- **Task to carry out**
Please return every record below exactly as it stands.

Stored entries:
[Start of section]
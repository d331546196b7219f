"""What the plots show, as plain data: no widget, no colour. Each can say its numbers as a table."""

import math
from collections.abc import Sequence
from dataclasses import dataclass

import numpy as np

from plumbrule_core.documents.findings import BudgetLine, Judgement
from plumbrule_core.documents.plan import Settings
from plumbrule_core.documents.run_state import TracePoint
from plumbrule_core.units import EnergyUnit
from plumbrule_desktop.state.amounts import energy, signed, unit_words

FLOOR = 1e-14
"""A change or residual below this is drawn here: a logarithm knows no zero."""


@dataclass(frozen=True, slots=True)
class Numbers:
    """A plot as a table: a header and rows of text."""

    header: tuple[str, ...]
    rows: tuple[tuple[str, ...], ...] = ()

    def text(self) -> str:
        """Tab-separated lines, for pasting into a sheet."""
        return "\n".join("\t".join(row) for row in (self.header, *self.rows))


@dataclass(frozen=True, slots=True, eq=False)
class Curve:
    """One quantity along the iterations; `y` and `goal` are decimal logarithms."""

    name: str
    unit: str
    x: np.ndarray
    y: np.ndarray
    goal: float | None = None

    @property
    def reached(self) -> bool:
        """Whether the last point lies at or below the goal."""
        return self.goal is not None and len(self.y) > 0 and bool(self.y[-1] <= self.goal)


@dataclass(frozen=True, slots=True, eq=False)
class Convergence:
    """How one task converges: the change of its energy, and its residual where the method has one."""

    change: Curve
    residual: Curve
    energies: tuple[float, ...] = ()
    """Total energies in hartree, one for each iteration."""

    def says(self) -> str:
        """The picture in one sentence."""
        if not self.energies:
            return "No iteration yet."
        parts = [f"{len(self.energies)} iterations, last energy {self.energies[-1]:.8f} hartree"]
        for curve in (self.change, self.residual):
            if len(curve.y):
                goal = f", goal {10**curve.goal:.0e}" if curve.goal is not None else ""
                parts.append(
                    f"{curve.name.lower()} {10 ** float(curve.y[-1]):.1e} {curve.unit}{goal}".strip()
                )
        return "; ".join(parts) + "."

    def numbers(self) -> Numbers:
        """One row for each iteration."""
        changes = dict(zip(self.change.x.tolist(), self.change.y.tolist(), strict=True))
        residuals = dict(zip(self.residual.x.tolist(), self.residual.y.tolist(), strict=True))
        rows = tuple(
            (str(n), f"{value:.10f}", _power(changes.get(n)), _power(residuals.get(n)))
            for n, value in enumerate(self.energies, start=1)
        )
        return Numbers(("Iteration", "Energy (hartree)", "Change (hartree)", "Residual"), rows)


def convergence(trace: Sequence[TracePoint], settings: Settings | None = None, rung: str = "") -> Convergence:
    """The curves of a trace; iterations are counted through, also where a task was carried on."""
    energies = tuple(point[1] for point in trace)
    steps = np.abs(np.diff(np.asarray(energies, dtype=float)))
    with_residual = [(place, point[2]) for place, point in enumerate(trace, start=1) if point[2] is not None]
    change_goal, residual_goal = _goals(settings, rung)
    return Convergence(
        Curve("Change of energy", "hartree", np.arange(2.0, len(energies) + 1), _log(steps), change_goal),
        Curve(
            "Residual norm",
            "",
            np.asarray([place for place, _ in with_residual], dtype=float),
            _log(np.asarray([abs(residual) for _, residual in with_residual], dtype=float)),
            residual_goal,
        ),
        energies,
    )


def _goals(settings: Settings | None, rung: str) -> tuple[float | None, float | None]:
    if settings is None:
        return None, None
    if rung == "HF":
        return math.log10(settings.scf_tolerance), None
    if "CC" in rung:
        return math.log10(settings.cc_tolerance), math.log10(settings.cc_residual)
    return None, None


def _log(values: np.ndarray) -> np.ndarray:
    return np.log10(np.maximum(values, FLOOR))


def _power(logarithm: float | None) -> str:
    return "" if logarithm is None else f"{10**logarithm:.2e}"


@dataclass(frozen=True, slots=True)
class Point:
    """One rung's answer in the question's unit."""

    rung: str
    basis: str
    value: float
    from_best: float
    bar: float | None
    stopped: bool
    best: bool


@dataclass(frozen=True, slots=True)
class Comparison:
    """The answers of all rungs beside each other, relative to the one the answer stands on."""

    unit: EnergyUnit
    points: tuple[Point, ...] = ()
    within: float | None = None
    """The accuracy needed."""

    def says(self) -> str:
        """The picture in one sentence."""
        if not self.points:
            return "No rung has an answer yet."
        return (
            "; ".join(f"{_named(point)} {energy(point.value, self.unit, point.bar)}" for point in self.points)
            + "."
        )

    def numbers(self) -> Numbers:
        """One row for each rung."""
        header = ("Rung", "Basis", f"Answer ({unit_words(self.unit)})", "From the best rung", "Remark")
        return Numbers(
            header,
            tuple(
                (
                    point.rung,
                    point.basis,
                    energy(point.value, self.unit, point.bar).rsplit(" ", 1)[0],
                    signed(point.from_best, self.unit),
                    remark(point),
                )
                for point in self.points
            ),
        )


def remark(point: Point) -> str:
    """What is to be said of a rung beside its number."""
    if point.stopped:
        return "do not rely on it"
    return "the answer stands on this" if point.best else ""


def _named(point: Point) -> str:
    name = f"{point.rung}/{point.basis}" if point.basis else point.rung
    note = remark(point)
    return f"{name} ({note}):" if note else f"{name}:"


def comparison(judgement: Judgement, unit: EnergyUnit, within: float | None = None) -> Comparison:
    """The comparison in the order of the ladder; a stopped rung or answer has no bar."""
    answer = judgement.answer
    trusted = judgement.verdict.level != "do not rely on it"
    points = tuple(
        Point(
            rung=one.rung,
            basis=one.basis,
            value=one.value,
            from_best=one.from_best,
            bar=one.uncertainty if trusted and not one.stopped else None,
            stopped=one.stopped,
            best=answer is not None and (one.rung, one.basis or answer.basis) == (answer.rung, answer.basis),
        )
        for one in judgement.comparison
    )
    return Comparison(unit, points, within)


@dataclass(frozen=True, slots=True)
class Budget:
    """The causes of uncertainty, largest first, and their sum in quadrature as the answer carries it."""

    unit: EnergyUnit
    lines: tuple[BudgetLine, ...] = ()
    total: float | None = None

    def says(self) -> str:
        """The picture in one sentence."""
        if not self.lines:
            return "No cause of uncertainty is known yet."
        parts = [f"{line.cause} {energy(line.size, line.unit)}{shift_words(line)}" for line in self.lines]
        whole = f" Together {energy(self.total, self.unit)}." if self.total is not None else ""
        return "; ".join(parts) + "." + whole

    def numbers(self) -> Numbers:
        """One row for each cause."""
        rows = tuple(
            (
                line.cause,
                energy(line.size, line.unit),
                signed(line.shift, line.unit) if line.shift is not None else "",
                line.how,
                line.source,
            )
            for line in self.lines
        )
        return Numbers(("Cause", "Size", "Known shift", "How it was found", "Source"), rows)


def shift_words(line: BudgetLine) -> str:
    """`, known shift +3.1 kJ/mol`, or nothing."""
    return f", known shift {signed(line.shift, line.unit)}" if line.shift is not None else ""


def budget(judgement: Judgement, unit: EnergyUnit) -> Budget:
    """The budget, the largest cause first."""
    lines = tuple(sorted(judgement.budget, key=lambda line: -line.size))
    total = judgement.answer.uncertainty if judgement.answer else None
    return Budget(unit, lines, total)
[End of section]
- **Reply to the exercise**
repository d331546196b7219f
"""What the plots show, as plain data: no widget, no colour. Each can say its numbers as a table."""

import math
from collections.abc import Sequence
from dataclasses import dataclass

import numpy as np

from plumbrule_core.documents.findings import BudgetLine, Judgement
from plumbrule_core.documents.plan import Settings
from plumbrule_core.documents.run_state import TracePoint
from plumbrule_core.units import EnergyUnit
from plumbrule_desktop.state.amounts import energy, signed, unit_words

FLOOR = 1e-14
"""A change or residual below this is drawn here: a logarithm knows no zero."""


@dataclass(frozen=True, slots=True)
class Numbers:
    """A plot as a table: a header and rows of text."""

    header: tuple[str, ...]
    rows: tuple[tuple[str, ...], ...] = ()

    def text(self) -> str:
        """Tab-separated lines, for pasting into a sheet."""
        return "\n".join("\t".join(row) for row in (self.header, *self.rows))


@dataclass(frozen=True, slots=True, eq=False)
class Curve:
    """One quantity along the iterations; `y` and `goal` are decimal logarithms."""

    name: str
    unit: str
    x: np.ndarray
    y: np.ndarray
    goal: float | None = None

    @property
    def reached(self) -> bool:
        """Whether the last point lies at or below the goal."""
        return self.goal is not None and len(self.y) > 0 and bool(self.y[-1] <= self.goal)


@dataclass(frozen=True, slots=True, eq=False)
class Convergence:
    """How one task converges: the change of its energy, and its residual where the method has one."""

    change: Curve
    residual: Curve
    energies: tuple[float, ...] = ()
    """Total energies in hartree, one for each iteration."""

    def says(self) -> str:
        """The picture in one sentence."""
        if not self.energies:
            return "No iteration yet."
        parts = [f"{len(self.energies)} iterations, last energy {self.energies[-1]:.8f} hartree"]
        for curve in (self.change, self.residual):
            if len(curve.y):
                goal = f", goal {10**curve.goal:.0e}" if curve.goal is not None else ""
                parts.append(
                    f"{curve.name.lower()} {10 ** float(curve.y[-1]):.1e} {curve.unit}{goal}".strip()
                )
        return "; ".join(parts) + "."

    def numbers(self) -> Numbers:
        """One row for each iteration."""
        changes = dict(zip(self.change.x.tolist(), self.change.y.tolist(), strict=True))
        residuals = dict(zip(self.residual.x.tolist(), self.residual.y.tolist(), strict=True))
        rows = tuple(
            (str(n), f"{value:.10f}", _power(changes.get(n)), _power(residuals.get(n)))
            for n, value in enumerate(self.energies, start=1)
        )
        return Numbers(("Iteration", "Energy (hartree)", "Change (hartree)", "Residual"), rows)


def convergence(trace: Sequence[TracePoint], settings: Settings | None = None, rung: str = "") -> Convergence:
    """The curves of a trace; iterations are counted through, also where a task was carried on."""
    energies = tuple(point[1] for point in trace)
    steps = np.abs(np.diff(np.asarray(energies, dtype=float)))
    with_residual = [(place, point[2]) for place, point in enumerate(trace, start=1) if point[2] is not None]
    change_goal, residual_goal = _goals(settings, rung)
    return Convergence(
        Curve("Change of energy", "hartree", np.arange(2.0, len(energies) + 1), _log(steps), change_goal),
        Curve(
            "Residual norm",
            "",
            np.asarray([place for place, _ in with_residual], dtype=float),
            _log(np.asarray([abs(residual) for _, residual in with_residual], dtype=float)),
            residual_goal,
        ),
        energies,
    )


def _goals(settings: Settings | None, rung: str) -> tuple[float | None, float | None]:
    if settings is None:
        return None, None
    if rung == "HF":
        return math.log10(settings.scf_tolerance), None
    if "CC" in rung:
        return math.log10(settings.cc_tolerance), math.log10(settings.cc_residual)
    return None, None


def _log(values: np.ndarray) -> np.ndarray:
    return np.log10(np.maximum(values, FLOOR))


def _power(logarithm: float | None) -> str:
    return "" if logarithm is None else f"{10**logarithm:.2e}"


@dataclass(frozen=True, slots=True)
class Point:
    """One rung's answer in the question's unit."""

    rung: str
    basis: str
    value: float
    from_best: float
    bar: float | None
    stopped: bool
    best: bool


@dataclass(frozen=True, slots=True)
class Comparison:
    """The answers of all rungs beside each other, relative to the one the answer stands on."""

    unit: EnergyUnit
    points: tuple[Point, ...] = ()
    within: float | None = None
    """The accuracy needed."""

    def says(self) -> str:
        """The picture in one sentence."""
        if not self.points:
            return "No rung has an answer yet."
        return (
            "; ".join(f"{_named(point)} {energy(point.value, self.unit, point.bar)}" for point in self.points)
            + "."
        )

    def numbers(self) -> Numbers:
        """One row for each rung."""
        header = ("Rung", "Basis", f"Answer ({unit_words(self.unit)})", "From the best rung", "Remark")
        return Numbers(
            header,
            tuple(
                (
                    point.rung,
                    point.basis,
                    energy(point.value, self.unit, point.bar).rsplit(" ", 1)[0],
                    signed(point.from_best, self.unit),
                    remark(point),
                )
                for point in self.points
            ),
        )


def remark(point: Point) -> str:
    """What is to be said of a rung beside its number."""
    if point.stopped:
        return "do not rely on it"
    return "the answer stands on this" if point.best else ""


def _named(point: Point) -> str:
    name = f"{point.rung}/{point.basis}" if point.basis else point.rung
    note = remark(point)
    return f"{name} ({note}):" if note else f"{name}:"


def comparison(judgement: Judgement, unit: EnergyUnit, within: float | None = None) -> Comparison:
    """The comparison in the order of the ladder; a stopped rung or answer has no bar."""
    answer = judgement.answer
    trusted = judgement.verdict.level != "do not rely on it"
    points = tuple(
        Point(
            rung=one.rung,
            basis=one.basis,
            value=one.value,
            from_best=one.from_best,
            bar=one.uncertainty if trusted and not one.stopped else None,
            stopped=one.stopped,
            best=answer is not None and (one.rung, one.basis or answer.basis) == (answer.rung, answer.basis),
        )
        for one in judgement.comparison
    )
    return Comparison(unit, points, within)


@dataclass(frozen=True, slots=True)
class Budget:
    """The causes of uncertainty, largest first, and their sum in quadrature as the answer carries it."""

    unit: EnergyUnit
    lines: tuple[BudgetLine, ...] = ()
    total: float | None = None

    def says(self) -> str:
        """The picture in one sentence."""
        if not self.lines:
            return "No cause of uncertainty is known yet."
        parts = [f"{line.cause} {energy(line.size, line.unit)}{shift_words(line)}" for line in self.lines]
        whole = f" Together {energy(self.total, self.unit)}." if self.total is not None else ""
        return "; ".join(parts) + "." + whole

    def numbers(self) -> Numbers:
        """One row for each cause."""
        rows = tuple(
            (
                line.cause,
                energy(line.size, line.unit),
                signed(line.shift, line.unit) if line.shift is not None else "",
                line.how,
                line.source,
            )
            for line in self.lines
        )
        return Numbers(("Cause", "Size", "Known shift", "How it was found", "Source"), rows)


def shift_words(line: BudgetLine) -> str:
    """`, known shift +3.1 kJ/mol`, or nothing."""
    return f", known shift {signed(line.shift, line.unit)}" if line.shift is not None else ""


def budget(judgement: Judgement, unit: EnergyUnit) -> Budget:
    """The budget, the largest cause first."""
    lines = tuple(sorted(judgement.budget, key=lambda line: -line.size))
    total = judgement.answer.uncertainty if judgement.answer else None
    return Budget(unit, lines, total)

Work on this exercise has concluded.